When the patent expires, other companies are then allowed to manufacture the drug. In most developed countries, they do not have to go through the same development costs and studies in order to have their version of the drug approved, but they have to prove to the governing organization that the drug is "bioequivalent", which basically means that their version of the drug is nearly identical in terms of how much of the drug is ultimately absorbed by the body. When they put these "clone" drugs out on the market, they don't usually come out with their own brand name, they just label it as the name of the drug, which some people call the "generic" name. For Klonopin/Rivotril, the "generic name" is clonazepam. The drug is technically the same, the only real difference is that it's being made by a company that does not have the sole manufacturing rights that were granted by the original patent. Many companies that make generic drugs SPECIALIZE in producing generic drugs and don't have much of a research and development arm of their own. So, when generic drugs finally hit the market, there are now a bunch of companies competing to sell the drug instead of just the one "brand name" that has a monopoly and practically gets to set their price. And since there's competition, the prices are driven down.

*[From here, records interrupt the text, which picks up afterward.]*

// SPDX-License-Identifier: GPL-3.0-or-later
#include "core/trend/drift_results.h"

#include "core/trend/drift_catalogue.h"
#include "core/trend/drift_input.h"
#include "core/trend/flag_text.h"
#include "core/trend/limits_ahead.h"

#include <algorithm>
#include <cmath>

namespace evenstroke {
namespace {

constexpr std::string_view median_prefix = "median ";

Doubt::Verdict verdict_of(drift::Verdict verdict)
{
    switch (verdict) {
    case drift::Verdict::decimal_slip: return Doubt::Verdict::decimal_slip;
    case drift::Verdict::digits_swapped: return Doubt::Verdict::digits_swapped;
    case drift::Verdict::unit_slip: return Doubt::Verdict::unit_slip;
    case drift::Verdict::cylinders_swapped: return Doubt::Verdict::cylinders_swapped;
    case drift::Verdict::copied: return Doubt::Verdict::copied;
    case drift::Verdict::unsteady: return Doubt::Verdict::unsteady;
    case drift::Verdict::implausible: break;
    }
    return Doubt::Verdict::implausible;
}

std::string typed_text_at(const Reading& reading, QuantityId id, const Place& place)
{
    const Value* value = reading.find(id, place);
    return value ? value->typed + " " + std::string(unit(value->unit).symbol) : std::string();
}

/// Where the one value of an engine quantity stands: the engine has it, or its only turbocharger or cooler.
Place place_of_engine_value(const Reading& reading, QuantityId id)
{
    std::optional<Place> only;
    for (const Value& value : reading.values) {
        if (quantity(value.quantity).name != quantity(id).name || value.place.kind == Place::Kind::cylinder ||
            value.phase != Phase::reading)
            continue;
        if (only)
            return Place::engine();
        only = value.place;
    }
    return only.value_or(Place::engine());
}

Doubt translate(const Engine& engine, const Reading& reading, const drift::Doubt& from, std::optional<std::size_t> cylinder)
{
    Doubt doubt;
    doubt.verdict = verdict_of(from.verdict);
    doubt.reading = from.reading;
    if (!from.quantity.empty())
        doubt.quantity = find_quantity(from.quantity, from.engine_level ? Place::Kind::engine : Place::Kind::cylinder);
    if (cylinder)
        doubt.place = Place::cylinder(static_cast<int>(*cylinder) + 1);
    else if (from.engine_level)
        doubt.place = doubt.quantity ? place_of_engine_value(reading, *doubt.quantity) : Place::engine();
    if (!from.suggested_text.empty())
        doubt.suggestion = from.suggested_text;
    const std::string typed =
        doubt.quantity && doubt.place ? typed_text_at(reading, *doubt.quantity, *doubt.place) : std::string();
    doubt.sentence = doubt_sentence(engine, doubt, typed);
    return doubt;
}

Level level_of(drift::Level level)
{
    switch (level) {
    case drift::Level::quiet: return Level::quiet;
    case drift::Level::note: return Level::note;
    case drift::Level::ask: return Level::ask;
    case drift::Level::watch: return Level::watch;
    case drift::Level::act: return Level::act;
    }
    return Level::quiet;
}

bool is_percent(const std::string& quantity_name, bool cylinder)
{
    const auto* channel =
        drift::find_channel(quantity_name, cylinder ? drift::Subject::cylinder : drift::Subject::engine);
    return channel && channel->form == drift::DeviationForm::percent;
}

std::vector<MovedQuantity> moved_quantities(const drift::Flag::View& view, bool cylinder)
{
    std::vector<MovedQuantity> moved;
    for (const drift::QuantityChange& change : view.changes)
        moved.push_back({drift_quantity(change.quantity), change.size, change.strength,
                         is_percent(change.quantity, cylinder)});
    return moved;
}

/// Outside its hard range, and nobody has said that it stands so.
bool is_impossible(const Reading& reading, const JudgedValue& value)
{
    const Range& hard = quantity(value.quantity).hard;
    return ((hard.low && value.raw < *hard.low) || (hard.high && value.raw > *hard.high)) &&
           !reading.values[value.value_index].confirmed;
}

bool is_doubted(std::span<const Doubt> doubts, const JudgedValue& value)
{
    return std::any_of(doubts.begin(), doubts.end(), [&](const Doubt& doubt) {
        return doubt.verdict != Doubt::Verdict::unsteady && (!doubt.quantity || *doubt.quantity == value.quantity) &&
               (!doubt.place || *doubt.place == value.place);
    });
}

/// The typing check sees only what drift watches and the baseline reaches; this names the rest.
Doubt impossible(const EngineRecord& record, std::size_t reading, const JudgedValue& value)
{
    Doubt doubt;
    doubt.verdict = Doubt::Verdict::implausible;
    doubt.reading = reading;
    doubt.quantity = value.quantity;
    doubt.place = value.place;
    const Value& typed = record.readings[reading].values[value.value_index];
    doubt.sentence = doubt_sentence(record.engine, doubt, typed.typed + " " + std::string(unit(typed.unit).symbol));
    return doubt;
}

/// In a pattern the quantity that the fault moves most leads the sentence, unless it hardly moved here.
void lead_with_the_pattern(std::vector<MovedQuantity>& moved, const std::string& pattern)
{
    const drift::Signature* signature = drift::find_signature(pattern);
    if (!signature || moved.empty() || signature->moves.empty())
        return;
    const auto main = std::max_element(signature->moves.begin(), signature->moves.end(), [](const auto& a, const auto& b) {
        return std::abs(a.amount) < std::abs(b.amount);
    });
    const auto found = std::find_if(moved.begin(), moved.end(), [&](const MovedQuantity& one) {
        return one.quantity == drift_quantity(main->quantity);
    });
    if (found != moved.end() && std::abs(found->strength) >= 0.5 * std::abs(moved.front().strength))
        std::rotate(moved.begin(), found, found + 1);
}

TimePoint time_of(const Judgement& judgement, std::size_t reading)
{
    const auto& readings = judgement.record->readings;
    return reading < readings.size() ? readings[reading].taken_at.utc : TimePoint{};
}

/// The level at the last reading, and where it rose to it.
void set_standing_level(Flag& flag, const drift::Flag& from)
{
    if (!from.active)
        return;
    flag.level_now = flag.severity;
    for (const drift::Escalation& escalation : from.escalations)
        if (level_of(escalation.level) > flag.level_now) {
            flag.level_now = level_of(escalation.level);
            flag.raised_at = escalation.reading;
        }
}

/// Writes one view of a drift flag, as it started or as it stands, into the flag and words it.
void fill_from_view(Flag& flag, const Judgement& judgement, const drift::Flag& from, const drift::Flag::View& view)
{
    flag.pattern = view.is_signature ? view.candidate : std::string();
    flag.pattern_words.clear();
    flag.ramp = view.shape == drift::Shape::ramp;
    flag.since = time_of(judgement, from.work_before ? *from.work_before : view.since);
    flag.months = view.months;
    flag.evidence = view.evidence;
    flag.moved = moved_quantities(view, from.cylinder.has_value());
    lead_with_the_pattern(flag.moved, flag.pattern);
    if (!flag.moved.empty())
        flag.quantity = flag.moved.front().quantity;
    else if (!view.is_signature && !view.candidate.empty())
        flag.quantity = drift_quantity(view.candidate);
    word_flag(flag, judgement.record->engine, view.years_by_chance);
}

Flag translate_flag(const Judgement& judgement, const drift::Input& input, const drift::Output& output,
                    const drift::Flag& from)
{
    Flag flag;
    flag.reading = from.reading;
    flag.subject = from.cylinder ? Place::cylinder(static_cast<int>(*from.cylinder) + 1) : Place::engine();
    flag.severity = level_of(from.level);
    set_standing_level(flag, from);
    flag.threshold = from.cylinder ? output.cylinder_threshold : output.engine_threshold;
    fill_from_view(flag, judgement, from, from.at_start);
    flag.first_sentence = flag.sentence;
    flag.first_chance_sentence = flag.chance_sentence;
    flag.first_quantity = flag.quantity;
    fill_from_view(flag, judgement, from, from.now);
    for (std::size_t i = from.now.onset; i <= from.last_reading; ++i)
        flag.carrying.push_back(i);
    flag.time_to_limit = limit_ahead(judgement.record->engine, input, output, flag, from);
    return flag;
}

} // namespace

QuantityId drift_quantity(std::string_view name)
{
    if (name.substr(0, median_prefix.size()) == median_prefix)
        name.remove_prefix(median_prefix.size());
    if (const auto id = find_quantity(name, Place::Kind::cylinder))
        return *id; // typed ones; derived ones have one line each
    return find_quantity(name).value_or(0);
}

std::vector<Doubt> translate_doubts(const Engine& engine, const Reading& reading, const std::vector<drift::Doubt>& doubts)
{
    std::vector<Doubt> translated;
    for (const drift::Doubt& from : doubts) {
        if (from.cylinders.empty())
            translated.push_back(translate(engine, reading, from, std::nullopt));
        for (std::size_t cylinder : from.cylinders)
            translated.push_back(translate(engine, reading, from, cylinder));
    }
    return translated;
}

void add_doubts(Judgement& judgement, const drift::Output& output)
{
    const EngineRecord& record = *judgement.record;
    auto next = output.doubts.begin();
    for (std::size_t i = 0; i < judgement.readings.size(); ++i) {
        const std::size_t first = judgement.doubts.size();
        for (; next != output.doubts.end() && next->reading == i; ++next) {
            const auto rows = translate_doubts(record.engine, record.readings[i], {*next});
            judgement.doubts.insert(judgement.doubts.end(), rows.begin(), rows.end());
        }
        for (const JudgedValue& value : judgement.readings[i].values)
            if (is_impossible(record.readings[i], value) &&
                !is_doubted(std::span(judgement.doubts).subspan(first), value))
                judgement.doubts.push_back(impossible(record, i, value));
    }
}

void add_evidence(Judgement& judgement, const drift::Output& output)
{
    const std::size_t readings = judgement.readings.size();
    const std::size_t cylinders = readings == 0 ? 0 : output.cylinders.size() / readings;
    for (std::size_t j = 0; j < cylinders; ++j) {
        Evidence evidence{Place::cylinder(static_cast<int>(j) + 1), {}, output.cylinder_threshold};
        for (std::size_t i = 0; i < readings; ++i)
            evidence.amount.push_back(output.cylinders[i * cylinders + j].evidence);
        judgement.evidence.push_back(std::move(evidence));
    }
    Evidence engine{Place::engine(), {}, output.engine_threshold};
    for (const drift::SubjectResult& result : output.engine)
        engine.amount.push_back(result.evidence);
    judgement.evidence.push_back(std::move(engine));
}

void add_flags(Judgement& judgement, const drift::Input& input, const drift::Output& output)
{
    for (const drift::Flag& flag : output.flags)
        judgement.flags.push_back(translate_flag(judgement, input, output, flag));
}

} // namespace evenstroke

But a lot of people know the brand name and only trust the brand name, even if the generics are identical. So the brand name can still often get away with charging a bit more. But the vast majority sold after the patent will be generic. In fact, here in Canada anyways (where we pay for our own drugs), if the doctor writes a prescription using the brand name, the pharmacist is obligated to either give you the generic drug instead, or at least inform you that a generic is available and that it's not really any different. There are some exceptions though, such as certain heart meds, where even a TINY difference in bioequivalence which is normally thought to be acceptable, can be dangerous for the patient.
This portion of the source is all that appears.